Porque no tenemos presidentes, reyes ni príncipes en edad de merecer y en disposición para hacerlo y porque, aunque los tuviésemos, nos faltan ex modelos cantantes con un turbio pasado y un toque intelectual que luzcan tan bien en las fotos como la Bruni. ¿Bárbara Rey, Paloma San Basilio, Antonia Dell’Atte, Anne Igartiburu? No. Me temo que en España nunca podremos tener un romance tan sonado, tan bueno y tan útil como este último de Sarkozy.
Van tres meses del juicio montado por Al Fayed para demostrar que a Lady Di y a su hijo se los cargaron los servicios secretos británicos, y apenas tenemos claro que aquella noche estrellada Diana se había pasado con la laca y su chófer con los carajillos.
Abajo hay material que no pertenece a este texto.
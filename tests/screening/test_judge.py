"""The rules of judging, one by one and for any input."""

from __future__ import annotations

import math

import pytest
from hypothesis import given, settings
from hypothesis import strategies as st

from screener.screening.finding import READ_EVIDENCE
from screener.screening.judge import judge, judge_keep_out

BELOW = {"kind": "stay below", "reference": 0.0, "gap": 5.0, "evidence": "law"}
ABOVE = {"kind": "stay above", "reference": 200.0, "gap": 5.0, "evidence": "law"}


@pytest.mark.parametrize(
    ("value", "low", "high", "verdict"),
    [
        (80.0, 75.0, 90.0, "room"),
        (80.0, 75.0, 95.0, "room"),  # exactly the gap asked for
        (80.0, 75.0, 95.1, "near"),  # less than the gap
        (80.0, 75.0, 100.0, "near"),  # the range touches the limit
        (80.0, 75.0, 120.0, "near"),  # the range crosses
        (100.0, 95.0, 105.0, "beyond"),  # on the limit itself
        (101.0, 60.0, 110.0, "beyond"),  # a wide range on the good side does not help
        (math.nan, 1.0, 2.0, "unknown"),
        (80.0, 75.0, math.nan, "unknown"),
        (101.0, 75.0, math.nan, "beyond"),  # beyond needs no range
    ],
)
def test_stay_below(value, low, high, verdict):
    assert judge(value, low, high, 100.0, **BELOW).verdict == verdict


@pytest.mark.parametrize(
    ("value", "low", "high", "verdict"),
    [(120.0, 105.0, 130.0, "room"), (120.0, 104.0, 130.0, "near"), (120.0, 99.0, 130.0, "near"),
     (100.0, 90.0, 110.0, "beyond"), (90.0, 80.0, 130.0, "beyond")],
)  # fmt: skip
def test_stay_above(value, low, high, verdict):
    assert judge(value, low, high, 100.0, **ABOVE).verdict == verdict


def test_room_used_runs_from_the_reference_to_the_limit():
    judged = judge(75.0, 50.0, 90.0, 100.0, **BELOW)
    assert (judged.room_used, judged.room_used_low, judged.room_used_high) == (0.75, 0.5, 0.9)
    above = judge(150.0, 120.0, 180.0, 100.0, **ABOVE)
    assert (above.room_used, above.room_used_low, above.room_used_high) == (0.5, 0.2, 0.8)
    assert judged.margin == 25.0 and above.margin == 50.0


def test_a_cap_alone_keeps_a_verdict_from_room():
    judged = judge(10.0, 9.0, 11.0, 100.0, **BELOW, caps=("grows on filling",))
    assert (judged.verdict, judged.reason) == ("near", "grows on filling")


@pytest.mark.parametrize("evidence", ["memory", "common practice", ""])
def test_a_limit_nobody_read_never_gives_room(evidence):
    given_ = {**BELOW, "evidence": evidence}
    assert judge(1.0, 1.0, 1.0, 100.0, **given_).verdict == "near"
    assert judge(101.0, 1.0, 200.0, 100.0, **given_).verdict == "beyond"


numbers = st.floats(-1e6, 1e6) | st.sampled_from([math.nan, math.inf, -math.inf])
evidences = st.sampled_from([*sorted(READ_EVIDENCE), "memory", "common practice", ""])


@settings(max_examples=400, deadline=None)
@given(numbers, numbers, numbers, numbers, st.sampled_from(["stay below", "stay above"]), evidences)
def test_room_means_what_it_says(value, low, high, limit, kind, evidence):
    """Whatever goes in: room only with numbers all on the good side, the gap kept, and a limit that was read."""
    judged = judge(value, low, high, limit, kind=kind, reference=0.0, gap=3.0, evidence=evidence)
    if judged.verdict == "room":
        assert all(map(math.isfinite, (value, low, high, limit))) and evidence in READ_EVIDENCE
        worse = limit - high if kind == "stay below" else low - limit
        assert worse >= 3.0
    if math.isnan(value) or math.isnan(limit):
        assert judged.verdict == "unknown"


@pytest.mark.parametrize(
    ("value", "low", "high", "verdict"),
    [
        (0.4, 0.3, 0.5, "room"),  # lean, with the gap
        (0.9, 0.8, 0.95, "near"),  # lean, gap too small
        (0.9, 0.8, 1.2, "near"),  # lean, the range reaches in
        (1.0, 0.9, 1.1, "beyond"),  # on the lower limit
        (4.0, 3.0, 5.0, "beyond"),
        (8.0, 7.0, 9.0, "beyond"),  # on the upper limit
        (9.0, 7.0, 11.0, "near"),  # rich, the range reaches in
        (40.0, 35.0, 45.0, "near"),  # rich and far away: still no room
        (math.nan, 1.0, 2.0, "unknown"),
        (0.4, math.nan, 0.5, "unknown"),
    ],
)
def test_keep_out(value, low, high, verdict):
    judged = judge_keep_out(value, low, high, 1.0, 8.0, gap=0.2, evidence="standard")
    assert judged.verdict == verdict
    if verdict in ("room", "near"):
        assert judged.margin > 0.0 and judged.room_used < 1.0


@settings(max_examples=400, deadline=None)
@given(numbers, numbers, numbers, numbers, numbers, evidences)
def test_keep_out_gives_room_on_the_lean_side_only(value, low, high, lower, upper, evidence):
    judged = judge_keep_out(value, low, high, lower, upper, gap=0.5, evidence=evidence)
    if judged.verdict == "room":
        assert max(value, low, high) <= lower - 0.5 and evidence in READ_EVIDENCE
O que el Duque de Edimburgo no es el protagonista de una trama de Le Carré sino un flojo secundario digno de las novelas de Barbara Cartland, abuelastra de Diana.
“Si se me pide, haré todo lo posible para ayudaros a ti y a Carlos”, escribió Felipe de Edimburgo en una de sus cartas a una princesa que respondió a su suegro con una misiva manuscrita donde le llamaba Papito –Pa–, y en la que repetía el mismo adverbio tres veces (en cuatro frases) y sustituía conjunciones copulativas por signos matemáticos, cual precursora del lenguaje SMS. ¡Tan del pueblo esta Princesa!
Por suerte, no todas han sido decepcionantes revelaciones epistolares; también hemos conocido el contenido de cartas de Diana a Dodi, como la que ella escribió tras haber pasado unos días en su yate: “Un millón de gracias por haber traído tanta alegría a la vida de esta chica”. Que es, palabra por palabra, lo que habría dicho la caza-millonarios Lorelei Lee, mítica protagonista de esa biblia de Anita Loos, Los caballeros las prefieren rubias. Una coincidencia que demuestra dos cosas: UNA, que Diana prometía; y DOS, que, por desgracia, Loos tenía razón cuando escribió que “una chica no puede pasarse la vida riendo”.